■ **Exercise**
What do the lines from the top of the data through the line with "fingerprint: SHA-256 (hex)" say? Quote them exactly and include both ends.

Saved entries
- Opening Delimiter -
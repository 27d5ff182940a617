"""The resume store of a study: each variant's files under OUTDIR/variants/<fingerprint>/.

fingerprint: SHA-256 (hex) of the canonical JSON of the variant's model data and the solve
options (sorted keys, no spaces), so the same model solved the same way always lands in the
same folder and a changed model or option in a new one.

A variant's folder holds model.toml (the variant as a model file: `hingeline verify
model.toml result.json` re-checks it, `hingeline solve model.toml` solves it again),
result.json (and pattern.png, mechanism.png, deflection.png, utilisation.png with drawings) and, written
last, variant.json (its place in the study, the figures of the CSV row, the time taken). A
variant counts as done when variant.json reads back with status "solved" and result.json is
there; anything else is solved again. Each file is written under a temporary name and then
renamed, so an interrupted run leaves no half-written file.

Units: m for positions, seconds for times; load factors are dimensionless.
May import: the standard library.
"""
from __future__ import annotations

import hashlib
import json
import os
import re
import tomllib
from pathlib import Path
from typing import Any

RECORD = "variant.json"
MODEL = "model.toml"
RESULT = "result.json"
_BARE_KEY = re.compile(r"[A-Za-z0-9_-]+")


def fingerprint(model: dict, options: dict) -> str:
    """SHA-256 hex digest of the canonical JSON of `model` (TOML tables) and `options`."""
    text = json.dumps({"model": model, "solve": options}, sort_keys=True, separators=(",", ":"),
                      ensure_ascii=False, allow_nan=False)
    return hashlib.sha256(text.encode("utf-8")).hexdigest()


def _toml_key(key: str) -> str:
    return key if _BARE_KEY.fullmatch(key) else json.dumps(key, ensure_ascii=False)


def _toml_value(v: Any) -> str:
    if isinstance(v, bool):
        return "true" if v else "false"
    if isinstance(v, (int, float)):
        return repr(v)  # full precision; repr of a finite float is valid TOML
    if isinstance(v, str):
        # JSON string escapes are a subset of TOML basic-string escapes (no surrogates
        # with ensure_ascii=False).
        return json.dumps(v, ensure_ascii=False)
    if isinstance(v, (list, tuple)):
        return "[" + ", ".join(_toml_value(x) for x in v) + "]"
    if isinstance(v, dict):
        return "{" + ", ".join(f"{_toml_key(k)} = {_toml_value(x)}" for k, x in v.items()) + "}"
    raise TypeError(f"cannot write {type(v).__name__} as TOML")


def to_toml(data: dict, header: str = "") -> str:
    """TOML text of `data` (a model's tables), one top-level key a line with inline tables;
    `header` becomes comment lines on top. Reading the text back gives `data` again."""
    lines = [f"# {line}".rstrip() for line in header.splitlines()]
    lines += [f"{_toml_key(k)} = {_toml_value(v)}" for k, v in data.items()]
    text = "\n".join(lines) + "\n"
    if tomllib.loads(text) != data:  # pragma: no cover (a guard: the text must mean the data)
        raise ValueError("model data do not survive a round trip through TOML")
    return text


def write_atomic(path: Path, data: bytes) -> None:
    """Write `data` to `path` under a temporary name, then rename it into place."""
    tmp = path.with_name(f".{path.name}.tmp-{os.getpid()}")
    try:
        tmp.write_bytes(data)
        os.replace(tmp, path)
    finally:
        if tmp.exists():
            tmp.unlink()


class Store:
    """The variants folder OUTDIR/variants (created on the first write)."""

    def __init__(self, folder: Path):
        self.folder = Path(folder)

    def path(self, fp: str) -> Path:
        return self.folder / fp

    def read(self, fp: str) -> dict | None:
        """The stored record of a done variant, or None when it is not done."""
        where = self.path(fp)
        try:
            record = json.loads((where / RECORD).read_text(encoding="utf-8"))
        except (OSError, ValueError):
            return None
        if not isinstance(record, dict) or record.get("status") != "solved" or not (where / RESULT).is_file():
            return None
        return record

    def write(self, fp: str, model_text: str, files: dict[str, bytes], record: dict) -> Path:
        """Write a solved variant: model.toml, its result files, then variant.json (last, as
        the mark that it is done). Returns the folder."""
        where = self.path(fp)
        where.mkdir(parents=True, exist_ok=True)
        write_atomic(where / MODEL, model_text.encode("utf-8"))
        for name, data in files.items():
            write_atomic(where / name, data)
        write_atomic(where / RECORD, (json.dumps(record, indent=1, allow_nan=False) + "\n").encode("utf-8"))
        return where
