"""Plain paths to numeric values of a model's data, as a study's sweeps name them.

A path is a TOML dotted key read against the model file's tables: "capacity.hogging",
"analysis.mesh_size", "load.imposed.value" (the [[load]] named "imposed"), "load.2.value"
(the second [[load]], counting from 1), "slab.edges.3.fixity", "capacity.sagging.1" (the first
of a pair). Names with dots or spaces are quoted as in TOML: 'load."incl. partitions".value'.
Within a list a segment is a position (from 1) or the `name` of a table in it; an edge given
as a word ("continuous") becomes the table {type = "continuous"} when a key below it is set.
A key missing from a table is added (e.g. analysis.mesh_size); positions must exist.

Units: those of the value addressed (m, kPa, kNm/m, a fraction for fixity); nothing is
converted. Whether the new value makes a valid model is left to `hingeline.model`.
May import: the standard library and `hingeline.model.values`.
"""
from __future__ import annotations

import copy
import tomllib
from typing import Any

from ..model.values import is_number, show


class PathError(ValueError):
    """A path that does not lead to a numeric value of the model (the message names it)."""


def split_path(key: str) -> tuple[str, ...]:
    """The segments of a dotted `key`, parsed as a TOML dotted key (quotes allowed)."""
    if not isinstance(key, str) or not key.strip():
        raise PathError(f"{show(key)} is not a path; write it as text, e.g. \"load.imposed.value\"")
    try:
        tree = tomllib.loads(f"{key} = 0")
    except tomllib.TOMLDecodeError:
        raise PathError(f"'{key}' is not a plain path: use names joined by dots, quoting a name "
                        "that holds dots or spaces, e.g. 'load.\"incl. partitions\".value'") from None
    segments = []
    while isinstance(tree, dict):
        (name, tree), = tree.items()
        segments.append(name)
    return tuple(segments)


def _list_item(items: list, seg: str, where: str) -> int:
    """Index into `items` of the segment: a position from 1, or the name of a table in it."""
    if seg.isdigit():
        k = int(seg)
        if 1 <= k <= len(items):
            return k - 1
        raise PathError(f"'{where}' has {len(items)} entries; position {k} does not exist (count from 1)")
    names = [t.get("name") for t in items if isinstance(t, dict)]
    for i, t in enumerate(items):
        if isinstance(t, dict) and t.get("name") == seg:
            return i
    known = ", ".join(f'"{n}"' for n in names if isinstance(n, str)) or "none named"
    raise PathError(f"'{where}' has no entry named \"{seg}\" (names: {known}); "
                    "give its name or its position from 1")


def _step(node: Any, seg: str, where: str, last: bool) -> tuple[Any, Any]:
    """(container, index) of `seg` below `node`; tables missing on the way are added."""
    if isinstance(node, dict):
        if seg not in node and not last:
            node[seg] = {}
        return node, seg
    if isinstance(node, list):
        return node, _list_item(node, seg, where)
    raise PathError(f"'{where}' is {show(node)}, which holds no '{seg}'")


def locate(data: dict, key: str) -> tuple[Any, Any]:
    """(container, index) of the value `key` addresses in `data` (modified in place: tables
    missing on the way are added, an edge word below which a key is set becomes a table)."""
    segments = split_path(key)
    node: Any = data
    where = ""
    for i, seg in enumerate(segments):
        last = i == len(segments) - 1
        container, index = _step(node, seg, where or "the model", last)
        where = f"{where}.{seg}" if where else seg
        if last:
            return container, index
        node = container[index]
        if isinstance(node, str) and isinstance(container, list):
            # An edge written as a word; its keys (fixity) live in the table form.
            node = container[index] = {"type": node}
    raise AssertionError("unreachable")  # pragma: no cover


def check_numeric(data: dict, key: str) -> None:
    """Refuse a path whose present value is not a number (absent is fine: it is added)."""
    container, index = locate(copy.deepcopy(data), key)
    if isinstance(container, dict) and index not in container:
        return
    value = container[index]
    if isinstance(value, list) and value and all(is_number(v) for v in value):
        raise PathError(f"'{key}' is a list of {len(value)} numbers {show(value)}; "
                        f"sweep one of them as '{key}.1', '{key}.2', ...")
    if not is_number(value):
        raise PathError(f"'{key}' is {show(value)}, not a number")


def with_value(data: dict, key: str, value: float) -> dict:
    """A deep copy of `data` with the value at `key` set to `value`."""
    out = copy.deepcopy(data)
    container, index = locate(out, key)
    container[index] = value
    return out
- Closing Delimiter -
■ **Task output**
repository 27d5ff182940a617
"""The resume store of a study: each variant's files under OUTDIR/variants/<fingerprint>/.

fingerprint: SHA-256 (hex) of the canonical JSON of the variant's model data and the solve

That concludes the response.